While the high and middle NAbs groups could induce superior neutralizing antibodies with respect to the low NAbs group, only those pigs in the groups with high NAbs titers exhibited exceptional survival rates at 10 weeks of age. Meanwhile, antiviral, modulatory, humoral and cellular immunity coregulating the dynamics of cytokines, such as TNF-α, IFN-γ, IL-10, TGF-β, IL-12, IL-4 and IL-6 might also play critical roles during the inflammatory period against PRRSV [10,12,13,14,15,24,25,26,27,28,29]. In addition, the existence of single nucleotide polymorphisms (SNPs) in host genes, such as GBP-1, Mx-1 and CD163, has also been attested to alleviate the viremia during PRRSV infections [30,31]. Future research can delve into whether sows and/or pigs equipped with both high titers of neutralizing antibodies and specific SNPs in their host genes could possess more comprehensive immune protection to combat PRRSVs.

5. Conclusions

To date, PRRSV remains a major problem in Taiwan with no effective control methods in pigs, especially at 5–8 weeks of age [32]. In our study, we successfully demonstrated that those pigs that acquired superior maternal-transferred NAbs showed tardy and relatively lower serum PRRSV loads but exhibited, on the whole, higher survival rates against latently circulating PRRSV although the bacterial incursion might affect the partial results of survival rates.

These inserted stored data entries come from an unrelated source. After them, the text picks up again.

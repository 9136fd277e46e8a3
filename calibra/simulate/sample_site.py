"""The bundled sample site: the Tarrowmere regional grid (invented), one week of telemetry.

Tarrowmere is a made-up region: 15 substations and 40 buses at 220, 110 and 33 kV, two
thermal stations and a hydro station, a wind farm, an aluminium smelter on the 220 kV grid,
and Norrance, a new 110/33 kV substation being commissioned (its points come last in the
point list, noted ``commissioning``). Drummel is a small 33 kV substation without an RTU, fed
radially from Ulvenholm, so the meters of that feeder are critical.

Regenerate the bundled folder (about ten seconds on two cores) with::

    python -m calibra.simulate.sample_site --out sample_site --seed 7

Line impedances are typical per-kilometre values for overhead lines of each voltage level and
transformer impedances typical short-circuit voltages for their ratings (common practice, no
source), on a 100 MVA base.
"""

from __future__ import annotations

import argparse
import time
from pathlib import Path

import numpy as np
import pandas as pd

from calibra.diagnosis.findings import FindingKind
from calibra.model.network import Network
from calibra.model.points import FLOW_QUANTITIES, INJECTION_QUANTITIES
from calibra.simulate.case import GridCase
from calibra.simulate.faultmix import wrong_ct_taps
from calibra.simulate.faults import FaultSpec
from calibra.simulate.metering import CT_SECONDARY_A, MeteringOptions, make_point_list
from calibra.simulate.profiles import PlannedOutage
from calibra.simulate.telemetry import SimulationResult, TelemetryOptions, simulate_site
from calibra.simulate.writer import write_site

SITE_NAME = "Tarrowmere regional grid"
TIMEZONE = "Europe/Oslo"
START_LOCAL = "2027-03-01 00:00"  # a Monday; no daylight-saving change in the week
PERIODS = 7 * 24 * 60
BASE_MVA = 100.0
COMMISSIONING = "NRC"
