def _stamp_empty(stamps: pd.Series) -> np.ndarray:
    empty = stamps.isna().to_numpy().copy()
    if not pd.api.types.is_datetime64_any_dtype(stamps.dtype):
        empty |= stamps.astype(str).str.strip().eq("").to_numpy()
    return empty


def _inside(times: pd.DatetimeIndex, window: Period) -> np.ndarray:
    start, end = window
    inside = np.ones(len(times), bool)
    if start is not None:
        inside &= np.asarray(times >= start)
    if end is not None:
        inside &= np.asarray(times <= end)
    return inside


def _positions(tags: np.ndarray, rows: np.ndarray, number: int, ctx: Reading,
               samples: Samples) -> np.ndarray:
    """The tag position of every sample; -1 for a tag not in the point list (counted)."""
    inverse, uniques = pd.factorize(tags)
    out = np.empty(len(uniques), np.int64)
    for k, name in enumerate(uniques):
        name = str(name)
        if name not in ctx.index:
            if ctx.known:
                where = np.flatnonzero(inverse == k)
                entry = samples.unknown_tags.setdefault(name, [0, -1])
                entry[0] += len(where)
                if entry[1] < 0:
                    entry[1] = (number << SEQ_ROW_BITS) + int(rows[where[0]])
                out[k] = -1
                continue
            ctx.index[name] = len(ctx.tags)
            ctx.tags.append(name)
        out[k] = ctx.index[name]
    return out[inverse]


def seq_place(seq: int, files: list[str]) -> tuple[str, int]:
    """(file, row) of a sample's order key."""
    return files[seq >> SEQ_ROW_BITS], seq & ((1 << SEQ_ROW_BITS) - 1)

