# Column names of the case format, version 2 (from memory of the MATPOWER manual, appendix B;
# the names after the input columns are the result columns a solved case may carry).
BUS_NAMES = ["BUS_I", "BUS_TYPE", "PD", "QD", "GS", "BS", "BUS_AREA", "VM", "VA", "BASE_KV",
             "ZONE", "VMAX", "VMIN", "LAM_P", "LAM_Q", "MU_VMAX", "MU_VMIN"]
GEN_NAMES = ["GEN_BUS", "PG", "QG", "QMAX", "QMIN", "VG", "MBASE", "GEN_STATUS", "PMAX", "PMIN",
             "PC1", "PC2", "QC1MIN", "QC1MAX", "QC2MIN", "QC2MAX", "RAMP_AGC", "RAMP_10",
             "RAMP_30", "RAMP_Q", "APF", "MU_PMAX", "MU_PMIN", "MU_QMAX", "MU_QMIN"]
BRANCH_NAMES = ["F_BUS", "T_BUS", "BR_R", "BR_X", "BR_B", "RATE_A", "RATE_B", "RATE_C", "TAP",
                "SHIFT", "BR_STATUS", "ANGMIN", "ANGMAX", "PF", "QF", "PT", "QT", "MU_SF",
                "MU_ST", "MU_ANGMIN", "MU_ANGMAX"]
#: The fewest columns read: bus up to VMIN, gen the ten of version 1 (version 2 files have 21),
#: branch up to BR_STATUS (ANGMIN and ANGMAX are optional here).
MIN_COLUMNS = {"bus": 13, "gen": 10, "branch": 11}
_NAMES = {"bus": BUS_NAMES, "gen": GEN_NAMES, "branch": BRANCH_NAMES}
#: Columns that must hold finite numbers (the others may hold Inf, as QMAX often does).
_USED = {"bus": BUS_NAMES[:10], "gen": ["GEN_BUS", "PG", "QG", "VG", "GEN_STATUS"],
         "branch": BRANCH_NAMES[:11]}
_INTEGERS = {"BUS_I", "BUS_TYPE", "GEN_BUS", "F_BUS", "T_BUS"}
_KNOWN_FIELDS = {
    "gencost": "generator costs", "bus_name": "bus names", "areas": "areas (version 1)",
    "gentype": "generator types", "genfuel": "generator fuels", "dcline": "DC lines",
}
# MATLAB's number syntax (from memory): digits with an optional point and exponent (e, E, d
# or D), an optional sign; Inf and NaN.
_NUMBER = re.compile(r"[+-]?(?:\d+\.?\d*|\.\d+)(?:[eEdD][+-]?\d+)?|[+-]?(?:Inf|inf|NaN|nan)")
_MATPOWER_COLUMNS = BranchColumns(x="BR_X", b="BR_B", tap="TAP", kind="TAP")


class MatpowerFormatError(SiteLoadError):
    """A case file that cannot be read; carries every problem found."""


@dataclass
class MatpowerCase:
    """A network read from a case file, with the bus and generator data it gives.

    ``bus_data``: per bus ``bus_type`` (1 PQ, 2 PV, 3 reference, 4 isolated), ``load_mw``,
    ``load_mvar``, ``v_pu``, ``angle_deg``, ``base_kv``. ``generators``: one row per gen row,
    ``bus``, ``p_mw``, ``q_mvar``, ``v_set_pu``, ``in_service``.
    """

    name: str
    base_mva: float
    network: Network
    bus_data: pd.DataFrame
    generators: pd.DataFrame
    problems: list[LoadProblem] = field(default_factory=list)


def read_matpower(source: str | Path, *, frequency_hz: float = 60.0) -> MatpowerCase:
    """Read a case file (a path, or the file's text when it contains a line break).

    Raises :class:`MatpowerFormatError` listing every problem when the file cannot be used;
    warnings are kept in ``MatpowerCase.problems``.
    """
    log = ProblemLog()
    text, label = source_text(source, log)
    case = parse_matpower(text, label, log, frequency_hz=frequency_hz) if text else None
    if text == "":
        log.error(label, None, None, "the file is empty")
    if case is None or log.has_errors:
        raise MatpowerFormatError(log.items)
    return case


def parse_matpower(
    text: str, file: str, log: ProblemLog, *, frequency_hz: float = 60.0
) -> MatpowerCase | None:
    """Parse case-file text; problems are logged against ``file`` with line numbers as rows.

    Returns None when no network can be built.
    """
    parsed = parse_case_text(text, file, log)
    fields = _case_fields(parsed, file, log)
    if fields is None:
        return None
    base, matrices = fields
    tables = {}
    for name in ("bus", "gen", "branch"):
        tables[name] = _numbers(matrices[name], name, file, log)
    if log.has_errors:
        return None
    data = _bus_data(tables["bus"], file, log)
    gens = _generators(tables["gen"], data, file, log)
    branches = _branches(tables["branch"], data.index, file, log)
    if data.empty:
        log.error(file, matrices["bus"].line, "BUS_I", "mpc.bus has no rows; the network has "
                  "no bus")
    if log.has_errors:
        return None
    name = parsed.function_name or Path(file).stem
    return _build_case(name, base, data, gens, branches, file, log, frequency_hz)


def _case_fields(parsed: CaseText, file: str, log: ProblemLog):
    """(baseMVA, {"bus"/"gen"/"branch": matrix}) of the case, or None (errors logged)."""
    if len(parsed.outputs) > 1:
        log.error(file, parsed.header_line, None,
                  "a function returning " + ", ".join(parsed.outputs) + " is a version 1 "
                  "case file; only version 2 (one struct, mpc.version = '2') is read")
        return None
    var = parsed.outputs[0] if parsed.outputs else "mpc"
    found: dict[str, Assignment] = {}
    for item in parsed.assignments:
        if not item.target.startswith(var + "."):
            if item.target in ("bus", "gen", "branch", "baseMVA"):
                log.error(file, item.line, None,
                          f"'{item.target} = …' is the version 1 case format; only version 2 "
                          f"({var}.{item.target} = …) is read")
            else:
                log.warning(file, item.line, None,
                            f"the assignment to '{item.target}' is not part of the case; "
                            "not read")
            continue
        key = item.target[len(var) + 1:]
        if key in found:
            log.warning(file, item.line, key, f"{var}.{key} is assigned again (first at line "
                        f"{found[key].line}); this later value is used, as MATLAB would")
        found[key] = item
    for key, item in found.items():
        if key not in ("version", "baseMVA", "bus", "gen", "branch"):
            what = _KNOWN_FIELDS.get(key, "a field calibra does not use")
            log.warning(file, item.line, key, f"{var}.{key} ({what}) is not needed to review "
                        "telemetry; not read")
    version = found.get("version")
    if version is None:
        log.error(file, None, "version", f"no {var}.version line: a version 2 case file says "
                  f"{var}.version = '2'; version 1 files are not read")
    elif version.value.strip() != "2":
        log.error(file, version.line, "version",
                  f"case format version '{version.value}'; only version 2 is read")
    base = None
    item = found.get("baseMVA")
    if item is None:
        log.error(file, None, "baseMVA", f"no {var}.baseMVA line (the system MVA base)")
    else:
        base = _scalar(item.value) if item.kind == "word" else None
        if base is None or not 0 < base < np.inf:
            log.error(file, item.line, "baseMVA",
                      f"'{item.value}' is not a system MVA base (a number greater than zero)")
            base = None
    for key in ("bus", "gen", "branch"):
        item = found.get(key)
        if item is None:
            log.error(file, None, key, f"no {var}.{key} matrix")
        elif item.kind != "matrix":
            log.error(file, item.line, key,
                      f"{var}.{key} is not a matrix of numbers in brackets [ … ]")
    if log.has_errors:
        return None
    return base, {key: found[key] for key in ("bus", "gen", "branch")}


def _scalar(text: str) -> float | None:
    if not _NUMBER.fullmatch(text):
        return None
    return float(text.replace("d", "e").replace("D", "e"))


def _numbers(item: Assignment, table: str, file: str, log: ProblemLog) -> list:
    """[(line, values by column name)] of a matrix; rows with problems are logged and left
    out (the case is then unusable)."""
    names, need = _NAMES[table], MIN_COLUMNS[table]
    width = len(item.rows[0]) if item.rows else need
    rows = []
    for cells in item.rows:
        line = cells[0][0]
        if len(cells) != width or len(cells) < need:
            expected = (f"the first row has {width}" if len(cells) != width
                        else f"at least {need} are needed ({names[0]} … {names[need - 1]})")
            first = min(len(cells), width)  # the first column missing, or the first extra
            column = names[first] if first < len(names) else f"column {first + 1}"
            log.error(file, line, column, f"this row of mpc.{table} has {len(cells)} columns; "
                      f"{expected}")
            continue
        values: dict[str, float] = {}
        for k, (cell_line, cell) in enumerate(cells):
            column = names[k] if k < len(names) else f"column {k + 1}"
            value = _scalar(cell)
            if value is None:
                log.error(file, cell_line, column, f"'{cell}' is not a number")
            elif column in _USED[table] and not np.isfinite(value):
                log.error(file, cell_line, column, f"'{cell}' is not a finite number")
            elif column in _INTEGERS and value != int(value):
                log.error(file, cell_line, column, f"'{cell}' is not a whole number")
            else:
                values[column] = value
        rows.append((line, values))
    return rows
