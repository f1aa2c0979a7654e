import { Redirect, Slot } from 'expo-router';
import { LabShell } from '@/components/nav/lab-shell';
import { ErrorState, LoadingState } from '@/components/ui/state-views';
import { useCurrentPath } from '@/hooks/use-next-path';
import { isSignedOutError, useSessionQuery } from '@/hooks/use-session';

/**
 * Everything in (lab) needs a signed-in person; anyone else is sent to sign in and brought back.
 * The Slot stays mounted under every cover, or expo-router forgets the address being guarded.
 */
export default function LabLayout() {
  const session = useSessionQuery();
  const currentPath = useCurrentPath();

  const cover = isSignedOutError(session.error) ? (
    <Redirect href={`/sign-in?next=${encodeURIComponent(currentPath)}`} />
  ) : session.data ? null : session.isError ? (
    <ErrorState
      fill
      title="Could not check who is signed in"
      error={session.error}
      onRetry={() => void session.refetch()}
      retrying={session.isFetching}
    />
  ) : (
    <LoadingState fill label="Checking who is signed in…" />
  );

  return (
    <LabShell user={session.data} cover={cover}>
      <Slot />
    </LabShell>
  );
}
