import { CalibrationsScreen } from '@/components/evidence/calibrations-screen';

/** Micrometres per pixel for each microscope and objective. */
export default function CalibrationsRoute() {
  return <CalibrationsScreen />;
}
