async function sceneFor(caller: Caller): Promise<Scene> {
  const me = caller === 'anonymous' ? undefined : await buildPerson(lab.knex, { role: caller });
  const session = me ? await signedInAgent(lab.app, me.email) : await anonymousAgent(lab.app);
  const { agent, csrfToken } = session;
  const other = await buildPerson(lab.knex, { role: 'researcher' });
  // Written directly: a reviewer cannot save one through the API, yet must be refused deleting it.
  const [stepTemplate] = await lab
    .knex('step_templates')
    .insert({ userId: (me ?? other).id, name: 'Usual growth', type: 'cvd_growth', body: { parameters: {} } })
    .returning('id');
  const invited = await buildPerson(lab.knex, { role: 'reviewer', status: 'invited' });
  const crystal = await insertSample(lab.knex, other, { kind: 'crystal', material: 'WSe2' });
  const step = await insertStep(
    lab.knex,
    other,
    stepBody('exfoliation', { inputs: [{ code: crystal.code }], outputs: [{ kind: 'chip', count: 2 }] }),
  );
  const box = await insertBox(lab.knex);
  await putAway(lab.knex, other, crystal.code, box.code, 'B3');
  const template = await lab.knex('label_templates').where({ builtIn: true }).orderBy('id').first('id');
  // Built only for the rows that use them: a device scene and a micrograph cost more than the rest together.
  const device = once(async () => {
    const scene = await insertDeviceScene(lab.knex, other);
    return {
      code: scene.device,
      measurementId: scene.measurementId,
      shareLinkId: scene.shareLinkId,
      shareToken: scene.shareToken,
    };
  });
  const evidence = once(async () => {
    files ??= createFileStore(lab.config.storage);
    const chipMicrograph = await insertChipMicrograph(lab.knex, files, other);
    const calibrationId = await insertCalibration(lab.knex, other);
    return { chipMicrographId: chipMicrograph.evidence.id, sha256: chipMicrograph.sha256, calibrationId };
  });
  return {
    get: (path) => agent.get(path),
    post: (path, body) => {
      const test = agent.post(path).set('x-csrf-token', csrfToken);
      return body ? test.send(body) : test;
    },
    patch: (path, body) => agent.patch(path).set('x-csrf-token', csrfToken).send(body),
    put: (path, body) => agent.put(path).set('x-csrf-token', csrfToken).send(body),
    delete: (path) => agent.delete(path).set('x-csrf-token', csrfToken),
    postCsv: (path, csv) => agent.post(path).set('x-csrf-token', csrfToken).set('content-type', 'text/csv').send(csv),
    other,
    invited,
    invitationToken: await issueToken(invited.id, 'invitation'),
    resetToken: await issueToken(other.id, 'password_reset'),
    sample: { code: crystal.code, version: crystal.version },
    stepId: step.id,
    box: { code: box.code },
    templateId: template.id,
    stepTemplateId: stepTemplate.id,
    evidence,
    device,
  };
}
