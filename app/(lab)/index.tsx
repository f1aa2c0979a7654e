import { Redirect } from 'expo-router';

/** The lab area opens on the sample list: finding a sample is what people come for. */
export default function LabIndex() {
  return <Redirect href="/samples" />;
}
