import { useLocalSearchParams } from 'expo-router';
import { ScanScreen } from '@/components/scan/scan-screen';

/**
 * `?mode=move` opens in "put samples away"; `&box=<code>&slot=<slot>` (from a box's free slot)
 * starts the move with that box and slot chosen.
 */
export default function ScanRoute() {
  const { mode, box, slot } = useLocalSearchParams<{ mode?: string; box?: string; slot?: string }>();
  return (
    <ScanScreen
      initialMode={mode === 'move' ? 'move' : 'open'}
      presetBox={typeof box === 'string' && box.trim() ? box.trim() : null}
      presetSlot={typeof slot === 'string' && slot.trim() ? slot.trim() : null}
    />
  );
}
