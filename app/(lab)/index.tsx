import { Redirect } from 'expo-router';
import { LAB_HOME } from '@/hooks/use-next-path';

/** The lab area has no home screen of its own yet; the account screen is where everyone can go. */
export default function LabIndex() {
  return <Redirect href={LAB_HOME} />;
}
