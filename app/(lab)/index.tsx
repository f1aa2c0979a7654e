import { Redirect } from 'expo-router';

/** The lab area opens on the bench: logging a run as it happens is what people come for. */
export default function LabIndex() {
  return <Redirect href="/bench" />;
}
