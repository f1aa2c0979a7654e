import { PlanningScreen } from '@/components/evidence/planning-screen';

/** Predicted monolayer contrast against oxide thickness and wavelength, for choosing substrates. */
export default function PlanningRoute() {
  return <PlanningScreen />;
}
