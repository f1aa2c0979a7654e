import { useLocalSearchParams } from 'expo-router';
import { PeopleScreen } from '@/components/people/people-screen';

/** `?person=<id>` selects someone, so a selection can be bookmarked and the back button undoes it. */
export default function PeopleRoute() {
  const { person } = useLocalSearchParams<{ person?: string }>();
  const id = Number(person);
  return <PeopleScreen selectedId={Number.isInteger(id) && id > 0 ? id : null} />;
}
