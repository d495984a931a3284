"""The operations of onnxcal as plain functions over paths.

Each function validates its inputs and output paths before doing any work,
calls the stage modules, writes its outputs atomically and returns a frozen
dataclass. The command line (``cli``) is a thin layer over these functions;
they are also the Python API (``import onnxcal``).

The modules, by concern: ``common`` (the validation set, run options, size
limits, output checks), ``capture_fit`` (``inspect``, ``capture``, ``fit``),
``patching`` (``patch``), ``checks`` (the reference checks ``verify`` and
``calibrate`` share), ``verifying`` (``verify``), ``reporting``
(``report``) and ``calibrating`` (``calibrate``). The names below are the
API; import them from ``onnxcal.api``.
"""

from __future__ import annotations

import importlib
from typing import TYPE_CHECKING, Any

if TYPE_CHECKING:
    from ..capture import Capture, ProgressFn, RunOptions
    from ..data import DataSpec
    from ..fit import FitOptions, FitSummary
    from ..graph import ModelInfo, Record
    from ..report import ReportResult
    from ..scaling import Scaling
    from ..verify import Check, VerifyResult
    from .calibrating import CalibrateResult, calibrate
    from .capture_fit import (
        MAX_BOOTSTRAP,
        MAX_L2,
        MAX_SEED,
        capture,
        check_fit_options,
        fit,
        inspect,
    )
    from .common import DataSource
    from .patching import PatchOptions, PatchResult, patch
    from .reporting import report
    from .sampling import VERIFY_ROWS
    from .verifying import DEFAULT_LATENCY_RUNS, MAX_LATENCY_RUNS, verify

# Where each name lives; imported the first time it is read (PEP 562), so that ``patch`` does not
# import the capture, fit, report and verify stages it does not run (start-up: docs/benchmarks.md).
_WHERE = {
    "Capture": "..capture", "ProgressFn": "..capture", "RunOptions": "..capture", "DataSpec": "..data",
    "FitOptions": "..fit", "FitSummary": "..fit", "ModelInfo": "..graph", "Record": "..graph",
    "ReportResult": "..report", "Scaling": "..scaling", "Check": "..verify", "VerifyResult": "..verify",
    "CalibrateResult": ".calibrating", "calibrate": ".calibrating",
    "MAX_BOOTSTRAP": ".capture_fit", "MAX_L2": ".capture_fit", "MAX_SEED": ".capture_fit", "capture": ".capture_fit",
    "check_fit_options": ".capture_fit", "fit": ".capture_fit", "inspect": ".capture_fit",
    "DataSource": ".common", "PatchOptions": ".patching", "PatchResult": ".patching", "patch": ".patching",
    "report": ".reporting", "VERIFY_ROWS": ".sampling",
    "DEFAULT_LATENCY_RUNS": ".verifying", "MAX_LATENCY_RUNS": ".verifying", "verify": ".verifying",
}


def __getattr__(name: str) -> Any:
    if name not in _WHERE:
        raise AttributeError(f"module {__name__!r} has no attribute {name!r}")
    value = getattr(importlib.import_module(_WHERE[name], __name__), name)
    globals()[name] = value  # once imported, an ordinary attribute
    return value


def __dir__() -> list[str]:
    return sorted(set(globals()) | set(__all__))


__all__ = [
    "DEFAULT_LATENCY_RUNS",
    "MAX_BOOTSTRAP",
    "MAX_L2",
    "MAX_LATENCY_RUNS",
    "MAX_SEED",
    "VERIFY_ROWS",
    "CalibrateResult",
    "Capture",
    "Check",
    "DataSource",
    "DataSpec",
    "FitOptions",
    "FitSummary",
    "ModelInfo",
    "PatchOptions",
    "PatchResult",
    "ProgressFn",
    "Record",
    "ReportResult",
    "RunOptions",
    "Scaling",
    "VerifyResult",
    "calibrate",
    "capture",
    "check_fit_options",
    "fit",
    "inspect",
    "patch",
    "report",
    "verify",
]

No piglets were inoculated with PRRSV vaccines to boost immune responses. Due to numerous unanticipated problems with the current PRRSV vaccines, our results can provide practical information to establish more adequate immune strategies to modulate the disease and to set up a routine selection of gilts and/or sows hinged on NAbs titers for balancing the economic losses caused by PRRSV.